All the data should be printed again exactly as written.
/---
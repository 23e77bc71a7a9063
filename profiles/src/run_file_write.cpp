// Writes the parts of a RunRecord other than the profiles as netCDF-4 (HDF5 with netCDF-4's
// rules) following the CF conventions: root attributes, then one group per part of the record,
// each with its own coordinates (layout in docs/hdf5-layout.md). The profiles and their
// coordinates at the root come first, from run_file_stream.cpp.
#include <fmt/format.h>

#include "cf_variables.hpp"
#include "field_checks_io.hpp"
#include "hdf5_io.hpp"
#include "layout.hpp"
#include "run_file_parts.hpp"
#include "wetfront/profiles/run_file.hpp"
#include "wetfront/profiles/time_axis.hpp"

namespace wetfront::profiles {

namespace {

namespace h5 = hdf5;

// The run's time and depth axes. Each group holds its own copy of the coordinates its
// variables use, so that a reader opening one group (xarray.open_dataset(path, group=...))
// finds them there; the root holds those of the profiles.
struct Axes {
  std::string time_units;
  std::vector<double> times;
  std::vector<double> interval_ends;  // end of each visit interval
};

template <typename Row, typename Value>
std::vector<double> column(const std::vector<Row>& rows, Value Row::*member) {
  std::vector<double> values;
  values.reserve(rows.size());
  for (const Row& row : rows) values.push_back(static_cast<double>(row.*member));
  return values;
}

using cf::set_depth_attributes;
using cf::write_depth_axis;
using cf::write_time_axis;
using cf::write_times;

void write_root_attributes(hid_t file, const RunRecord& record) {
  h5::set_text_attribute(file, ".", "Conventions", kConventions);
  h5::set_text_attribute(file, ".", "title", fmt::format("wetfront run record of {}", record.site_name));
  h5::set_text_attribute(file, ".", "source", fmt::format("wetfront {}", record.program_version));
  h5::set_identity_attributes(file, {kRecordFormat, kRecordFormatVersion, record.program_version, record.site_name,
                                     record.run_start_date, record.input_hash, record.run_id});
  h5::set_int_attribute(file, ".", "complete", record.run.complete ? 1 : 0);
  if (record.run.failure) {
    h5::set_double_attribute(file, ".", "failure_time_days", record.run.failure->time_days);
    h5::set_double_attribute(file, ".", "failure_depth_cm", record.run.failure->depth_cm);
    h5::set_text_attribute(file, ".", "failure_reason", record.run.failure->reason);
  }
  h5::set_text_attribute(file, ".", "sign_convention", layout::kSignConvention);
}

Axes axes_of(const RunRecord& record) {
  return {days_since_units(record.run_start_date), column(record.run.balances, &solver::CumulativeBalance::time_days),
          column(record.visit_balance, &IntervalBalance::end_day)};
}

h5::Dataset write_output_times(hid_t parent, const Axes& axes) {
  return write_time_axis(parent, "time", axes.times, axes.time_units, "output time");
}

h5::Dataset write_interval_ends(hid_t parent, const Axes& axes) {
  return write_time_axis(parent, "interval_end", axes.interval_ends, axes.time_units, "end of the visit interval");
}

h5::Dataset write_plane_depths(hid_t parent, const RunRecord& record) {
  return write_depth_axis(parent, "plane_depth", record.flux_plane_depths_cm, "depth of the flux plane");
}

void write_balance(hid_t file, const RunRecord& record, const Axes& axes) {
  const solver::ColumnRun& run = record.run;
  h5::Group group = h5::create_group(file, "balance");
  const h5::Dataset time = write_output_times(group.id(), axes);
  const h5::Dataset plane_depth = write_plane_depths(group.id(), record);
  for (const layout::CumulativeTerm& term : layout::kCumulativeTerms) {
    h5::Dataset dataset =
        h5::write_vector(group.id(), term.name, column(run.balances, term.member), {"cm", term.long_name});
    h5::attach_dimension_scale(dataset, time, 0);
  }
  const std::size_t planes = record.flux_plane_depths_cm.size();
  std::vector<double> matrix;
  for (const solver::CumulativeBalance& row : run.balances)
    matrix.insert(matrix.end(), row.plane_flux_cm.begin(), row.plane_flux_cm.end());
  h5::Dataset plane_flux =
      h5::write_matrix(group.id(), "plane_flux", run.balances.size(), planes, matrix,
                       {"cm", "flow across the flux plane since the run start (positive downward)"});
  h5::attach_dimension_scale(plane_flux, time, 0);
  h5::attach_dimension_scale(plane_flux, plane_depth, 1);
}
\---
Task solution:
repository 23e77bc71a7a9063
filename profiles/src/run_file_write.cpp
// Writes the parts of a RunRecord other than the profiles as netCDF-4 (HDF5 with netCDF-4's
// rules) following the CF conventions: root attributes, then one group per part of the record,
// each with its own coordinates (layout in docs/hdf5-layout.md). The profiles and their
// coordinates at the root come first, from run_file_stream.cpp.
#include <fmt/format.h>

#include "cf_variables.hpp"
#include "field_checks_io.hpp"
#include "hdf5_io.hpp"
#include "layout.hpp"
#include "run_file_parts.hpp"
#include "wetfront/profiles/run_file.hpp"
#include "wetfront/profiles/time_axis.hpp"

namespace wetfront::profiles {

namespace {

namespace h5 = hdf5;

// The run's time and depth axes. Each group holds its own copy of the coordinates its
// variables use, so that a reader opening one group (xarray.open_dataset(path, group=...))
// finds them there; the root holds those of the profiles.
struct Axes {
  std::string time_units;
  std::vector<double> times;
  std::vector<double> interval_ends;  // end of each visit interval
};

template <typename Row, typename Value>
std::vector<double> column(const std::vector<Row>& rows, Value Row::*member) {
  std::vector<double> values;
  values.reserve(rows.size());
  for (const Row& row : rows) values.push_back(static_cast<double>(row.*member));
  return values;
}

using cf::set_depth_attributes;
using cf::write_depth_axis;
using cf::write_time_axis;
using cf::write_times;

void write_root_attributes(hid_t file, const RunRecord& record) {
  h5::set_text_attribute(file, ".", "Conventions", kConventions);
  h5::set_text_attribute(file, ".", "title", fmt::format("wetfront run record of {}", record.site_name));
  h5::set_text_attribute(file, ".", "source", fmt::format("wetfront {}", record.program_version));
  h5::set_identity_attributes(file, {kRecordFormat, kRecordFormatVersion, record.program_version, record.site_name,
                                     record.run_start_date, record.input_hash, record.run_id});
  h5::set_int_attribute(file, ".", "complete", record.run.complete ? 1 : 0);
  if (record.run.failure) {
    h5::set_double_attribute(file, ".", "failure_time_days", record.run.failure->time_days);
    h5::set_double_attribute(file, ".", "failure_depth_cm", record.run.failure->depth_cm);
    h5::set_text_attribute(file, ".", "failure_reason", record.run.failure->reason);
  }
  h5::set_text_attribute(file, ".", "sign_convention", layout::kSignConvention);
}

Axes axes_of(const RunRecord& record) {
  return {days_since_units(record.run_start_date), column(record.run.balances, &solver::CumulativeBalance::time_days),
          column(record.visit_balance, &IntervalBalance::end_day)};
}

h5::Dataset write_output_times(hid_t parent, const Axes& axes) {
  return write_time_axis(parent, "time", axes.times, axes.time_units, "output time");
}

h5::Dataset write_interval_ends(hid_t parent, const Axes& axes) {
  return write_time_axis(parent, "interval_end", axes.interval_ends, axes.time_units, "end of the visit interval");
}

h5::Dataset write_plane_depths(hid_t parent, const RunRecord& record) {
  return write_depth_axis(parent, "plane_depth", record.flux_plane_depths_cm, "depth of the flux plane");
}

void write_balance(hid_t file, const RunRecord& record, const Axes& axes) {
  const solver::ColumnRun& run = record.run;
  h5::Group group = h5::create_group(file, "balance");
  const h5::Dataset time = write_output_times(group.id(), axes);
  const h5::Dataset plane_depth = write_plane_depths(group.id(), record);
  for (const layout::CumulativeTerm& term : layout::kCumulativeTerms) {
    h5::Dataset dataset =
        h5::write_vector(group.id(), term.name, column(run.balances, term.member), {"cm", term.long_name});
    h5::attach_dimension_scale(dataset, time, 0);
  }
  const std::size_t planes = record.flux_plane_depths_cm.size();
  std::vector<double> matrix;
  for (const solver::CumulativeBalance& row : run.balances)
    matrix.insert(matrix.end(), row.plane_flux_cm.begin(), row.plane_flux_cm.end());
  h5::Dataset plane_flux =
      h5::write_matrix(group.id(), "plane_flux", run.balances.size(), planes, matrix,
                       {"cm", "flow across the flux plane since the run start (positive downward)"});
  h5::attach_dimension_scale(plane_flux, time, 0);
  h5::attach_dimension_scale(plane_flux, plane_depth, 1);
}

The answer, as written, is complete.